Stored data

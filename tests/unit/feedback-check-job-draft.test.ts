import { describe, expect, it } from "vitest";
import {
  checkJobDraft,
  draftAsJob,
  runAudit,
  toGrams,
  type Appliance,
  type BranchRecords,
  type JobDraft,
  type JobDraftContext,
  type Job,
} from "@coldtrail/core";

const branch = { id: 1, name: "North", timeZone: "America/Chicago", massUnit: "lb_oz" as const };
const appliance = (over: Partial<Appliance> = {}): Appliance => ({
  id: 10,
  label: "CH-1",
  category: "chiller",
  refrigerant: "R-134a",
  fullChargeG: toGrams(650, "lb"),
  fullChargeMethod: "nameplate",
  factorySealed: false,
  status: "in_service",
  statusChangedOn: null,
  location: "Plant room",
  installedOn: "2015-01-01",
  ...over,
});
const cylinder = (over: Partial<NonNullable<JobDraftContext["cylinder"]>> = {}): NonNullable<JobDraftContext["cylinder"]> => ({
  id: 30,
  serial: "C-30",
  waterCapacityG: toGrams(47.6, "lb"),
  tareG: toGrams(27.5, "lb"),
  lastRequalifiedOn: "2024-01-01",
  requalificationYears: null,
  status: "in_service",
  openingContents: null,
  weighings: [],
  contents: { refrigerant: null, netG: 0 },
  ...over,
});
const ctx = (over: Partial<JobDraftContext> = {}): JobDraftContext => ({
  branch,
  appliance: appliance(),
  technician: { id: 5, name: "Tess Fielding", certifications: [{ id: 1, type: "universal", state: "verified" }] },
  equipment: { id: 20, serial: "RE-20", kind: "self_contained", manufacturedOn: "2021-05-01", certification: "certified" },
  cylinder: cylinder(),
  applianceJobs: [],
  ...over,
});
const draft = (over: Partial<JobDraft> = {}): JobDraft => ({
  kind: "recovery",
  performedOn: "2026-08-26",
  refrigerant: "R-134a",
  recoveredG: toGrams(10, "lb"),
  chargedG: null,
  chargeFromCylinder: false,
  evacuation: { value: 15, unit: "in_hg_vacuum" },
  accessMethod: "service_valve",
  temporaryAccessRemoved: null,
  compressorOperating: null,
  additionExclusion: null,
  ...over,
});
const ruleIds = (d: JobDraft, c: JobDraftContext) =>
  checkJobDraft(d, c)
    .warnings.map((w) => w.ruleId)
    .sort();

describe("instant feedback on a job draft", () => {
  it("a conforming recovery raises nothing and says what level is required", () => {
    const r = checkJobDraft(draft(), ctx());
    expect(r.warnings).toEqual([]);
    // Source: 40 CFR 82.156 Table 1 — medium-pressure, ≥ 200 lb, equipment after 15 Nov 1993: 15 in Hg
    expect(r.evacuationRequired).toBe("15 in Hg vacuum");
  });

  it("an evacuation short of Table 1 names the level needed with this equipment and the level entered", () => {
    const r = checkJobDraft(draft({ evacuation: { value: 4, unit: "in_hg_vacuum" } }), ctx());
    // Source: 40 CFR 82.156 Table 1 (medium-pressure ≥ 200 lb, post-1993 equipment: 15 in Hg)
    expect(r.warnings).toEqual([
      expect.objectContaining({
        ruleId: "CT-EVAC-01",
        severity: "critical",
        field: "evacuationValue",
        message: "This appliance needs 15 in Hg vacuum with this equipment; 4 in Hg entered.",
      }),
    ]);
  });

  it("a high-pressure appliance under 200 lb needs 0 in Hg, so 0 psig is enough", () => {
    // Source: 40 CFR 82.156 Table 1 — high-pressure, < 200 lb: 0 in Hg
    const c = ctx({ appliance: appliance({ refrigerant: "R-410A", category: "packaged_rooftop", fullChargeG: toGrams(20, "lb") }) });
    expect(ruleIds(draft({ refrigerant: "R-410A", evacuation: { value: 0, unit: "psig" } }), c)).toEqual([]);
    expect(checkJobDraft(draft({ refrigerant: "R-410A", evacuation: { value: 5, unit: "psig" } }), c).warnings[0]?.ruleId).toBe(
      "CT-EVAC-01",
    );
  });

  it("a Type I certification does not cover a rooftop unit; a pending card does not count", () => {
    const rooftop = appliance({ refrigerant: "R-410A", category: "packaged_rooftop", fullChargeG: toGrams(20, "lb") });
    const typeI = ctx({
      appliance: rooftop,
      technician: {
        id: 5,
        name: "T",
        certifications: [
          { id: 1, type: "type_i", state: "verified" },
          { id: 2, type: "type_ii", state: "pending" },
        ],
      },
    });
    const w = checkJobDraft(draft({ refrigerant: "R-410A", evacuation: { value: 0, unit: "psig" } }), typeI).warnings;
    // Source: 40 CFR 82.161 — Type II (or Universal) covers high-pressure appliances; only verified cards count (product rule)
    expect(w).toEqual([
      expect.objectContaining({
        ruleId: "CT-CERT-01",
        field: "applianceId",
        message:
          "Your Type I certification does not cover this high-pressure appliance: Type II or Universal is needed. Your Type II card is still awaiting verification.",
      }),
    ]);
  });

  it("a cylinder that would pass its maximum fill says by how much", () => {
    // Source: REFERENCE.md §5.3 C2/C3 — WC 47.6 lb, R-410A SG 1.062: maximum net 40.44 lb
    const c = ctx({
      appliance: appliance({ refrigerant: "R-410A", category: "packaged_rooftop", fullChargeG: toGrams(50, "lb") }),
      cylinder: cylinder({ contents: { refrigerant: "R-410A", netG: toGrams(35, "lb") } }),
    });
    const r = checkJobDraft(draft({ refrigerant: "R-410A", recoveredG: toGrams(8.64, "lb"), evacuation: { value: 0, unit: "psig" } }), c);
    const over = r.warnings.find((w) => w.ruleId === "CT-CYL-01");
    expect(over?.message).toMatch(/^Cylinder C-30 would be over its maximum fill by 3\.2\d lb/);
    expect(r.cylinderAfter?.maxNetG).toBe(Math.floor(toGrams(47.6, "lb") * 0.8 * 1.062));
  });

  it("a different refrigerant in the cylinder, an overdue requalification and a piercing device left on are each named", () => {
    const c = ctx({ cylinder: cylinder({ lastRequalifiedOn: "2020-02-18", contents: { refrigerant: "R-22", netG: 2000 } }) });
    const r = checkJobDraft(draft({ accessMethod: "bolt_on_line_tap", temporaryAccessRemoved: false }), c);
    // Source: 49 CFR 180.209 (5-year retest, common practice); one refrigerant per cylinder (common practice); temporary access devices (common practice)
    expect(r.warnings.map((w) => w.ruleId).sort()).toEqual(["CT-ACCESS-01", "CT-CYL-02", "CT-CYL-03"]);
    expect(r.warnings.find((w) => w.ruleId === "CT-CYL-03")?.message).toContain("already holds 4.41 lb R-22");
  });

  it("a small-appliance recovery short of the share and of 4 in Hg is named", () => {
    // Source: 40 CFR 82.156(b) — 80 % with the compressor not running (post-1993 equipment), or 4 in Hg vacuum
    const fridge = appliance({ category: "small_appliance", refrigerant: "R-134a", fullChargeG: 280, factorySealed: true });
    const short = draft({ recoveredG: 160, evacuation: { value: 0, unit: "in_hg_vacuum" }, compressorOperating: false });
    expect(checkJobDraft(short, ctx({ appliance: fridge })).warnings.map((w) => w.ruleId)).toEqual(["CT-EVAC-03"]);
    expect(checkJobDraft({ ...short, recoveredG: 230 }, ctx({ appliance: fridge })).warnings).toEqual([]); // 82 % ≥ 80 %
  });

  it("a charge reports the leak rate; over the threshold it warns with the repair date", () => {
    // Source: REFERENCE.md §3.6 E1 — 100 lb commercial refrigeration, 10 lb added 180 days after the last: 20.2778 % > 20 %
    const rack = appliance({ category: "commercial_refrigeration", refrigerant: "R-22", fullChargeG: toGrams(100, "lb") });
    const earlier: Job = {
      ...draftAsJob(
        draft({ kind: "charge", chargedG: toGrams(10, "lb"), recoveredG: null, evacuation: null, refrigerant: "R-22" }),
        ctx({ appliance: rack }),
      ),
      id: 77,
      performedOn: "2026-01-10",
    };
    const r = checkJobDraft(
      draft({
        kind: "charge",
        performedOn: "2026-07-09",
        chargedG: toGrams(10, "lb"),
        recoveredG: null,
        evacuation: null,
        refrigerant: "R-22",
      }),
      ctx({ appliance: rack, applianceJobs: [earlier] }),
    );
    expect(r.leakRate?.percent).toBeCloseTo(20.278, 1);
    expect(r.leakRate).toMatchObject({ threshold: 20, exceeds: true, repairDueOn: "2026-08-08" });
    expect(r.warnings.map((w) => w.ruleId)).toEqual(["CT-LEAK-01"]);
    // A retrofit charge is not counted (82.152): no warning.
    const excluded = checkJobDraft(
      draft({
        kind: "charge",
        performedOn: "2026-07-09",
        chargedG: toGrams(10, "lb"),
        recoveredG: null,
        evacuation: null,
        refrigerant: "R-22",
        additionExclusion: "retrofit",
      }),
      ctx({ appliance: rack, applianceJobs: [earlier] }),
    );
    expect(excluded.warnings).toEqual([]);
    expect(excluded.leakRate).toMatchObject({ percent: null, excluded: "retrofit" });
  });

  it("says the same as the audit: the draft's warnings are the findings the audit raises on the saved job", () => {
    // Common practice: one set of rules for the form and the audit.
    const cases: Array<[JobDraft, JobDraftContext]> = [
      [draft({ evacuation: { value: 4, unit: "in_hg_vacuum" } }), ctx()],
      [
        draft({ accessMethod: "piercing_pliers", temporaryAccessRemoved: false }),
        ctx({ cylinder: cylinder({ lastRequalifiedOn: "2020-02-18", contents: { refrigerant: "R-22", netG: 2000 } }) }),
      ],
      [draft(), ctx({ equipment: { id: 20, serial: "RE-20", kind: "system_dependent", manufacturedOn: null, certification: "unknown" } })],
      [
        draft({ refrigerant: "R-410A", evacuation: { value: 0, unit: "psig" } }),
        ctx({
          appliance: appliance({ refrigerant: "R-410A", category: "packaged_rooftop", fullChargeG: toGrams(20, "lb") }),
          technician: { id: 5, name: "T", certifications: [{ id: 1, type: "type_i", state: "verified" }] },
        }),
      ],
      [
        draft({ recoveredG: 160, evacuation: { value: 0, unit: "in_hg_vacuum" }, compressorOperating: false }),
        ctx({ appliance: appliance({ category: "small_appliance", fullChargeG: 280, factorySealed: true }) }),
      ],
    ];
    for (const [d, c] of cases) {
      const job = { ...draftAsJob(d, c), id: 999 };
      const records: BranchRecords = {
        branch: c.branch,
        appliances: [c.appliance],
        recoveryEquipment: c.equipment ? [c.equipment] : [],
        cylinders: c.cylinder ? [{ ...c.cylinder, openingContents: c.cylinder.contents }] : [],
        jobs: [job],
        technicians: c.technician ? [c.technician] : [],
        disposalRecords: [],
        disposalStatements: [],
        reclaimShipments: [],
        purchases: [],
        stockCounts: [],
        leakInspections: [],
        chronicLeakReports: [],
      };
      const findings = runAudit(records, { packs: ["us_federal"], period: { from: "2026-01-01", to: "2026-12-31" }, asOf: "2026-08-27" });
      const aboutJob = findings.filter((x) => x.recordType === "job" && x.recordId === 999).map((x) => x.ruleId);
      const aboutCylinder = findings.filter((x) => x.ruleId === "CT-CYL-02").map((x) => x.ruleId);
      expect(ruleIds(d, c).length).toBeGreaterThan(0);
      expect(ruleIds(d, c)).toEqual([...aboutJob, ...aboutCylinder].filter((id) => id !== "CT-REC-01").sort());
    }
  });
});

describe("instant feedback on rule-edge cases", () => {
  const charge = (over: Partial<JobDraft> = {}) =>
    draft({ kind: "charge", recoveredG: null, chargedG: toGrams(5, "lb"), evacuation: null, ...over });

  it("a charge on an appliance without a recorded full charge says the leak rate cannot be calculated", () => {
    const result = checkJobDraft(charge(), ctx({ appliance: appliance({ fullChargeG: null }) }));
    expect(result.warnings.map((w) => w.ruleId)).toContain("CT-LEAK-06");
    expect(result.leakRate?.percent).toBeNull();
  });

  it("a charge marked as the same leak as an earlier charge is summed with it", () => {
    const earlier: Job = { ...draftAsJob(charge({ performedOn: "2026-08-01" }), ctx()), id: 7 };
    const previous: Job = { ...draftAsJob(charge({ performedOn: "2025-08-01" }), ctx()), id: 6 };
    const alone = checkJobDraft(charge(), ctx({ applianceJobs: [previous, earlier] }));
    const summed = checkJobDraft(charge({ sameLeakAsJobId: 7 }), ctx({ applianceJobs: [previous, earlier] }));
    // 5 lb after 25 days alone; 10 lb over the 365 days before the first of the two when summed.
    expect(alone.leakRate?.percent).toBeCloseTo((5 / 650) * (365 / 25) * 100, 1);
    expect(summed.leakRate?.percent).toBeCloseTo((10 / 650) * 100, 1);
  });
});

What you will do = In the records above, some lines may contain the word "sort"; copy every one of them.

Task response =
    .sort();
    expect(r.warnings.map((w) => w.ruleId).sort()).toEqual(["CT-ACCESS-01", "CT-CYL-02", "CT-CYL-03"]);
      expect(ruleIds(d, c)).toEqual([...aboutJob, ...aboutCylinder].filter((id) => id !== "CT-REC-01").sort());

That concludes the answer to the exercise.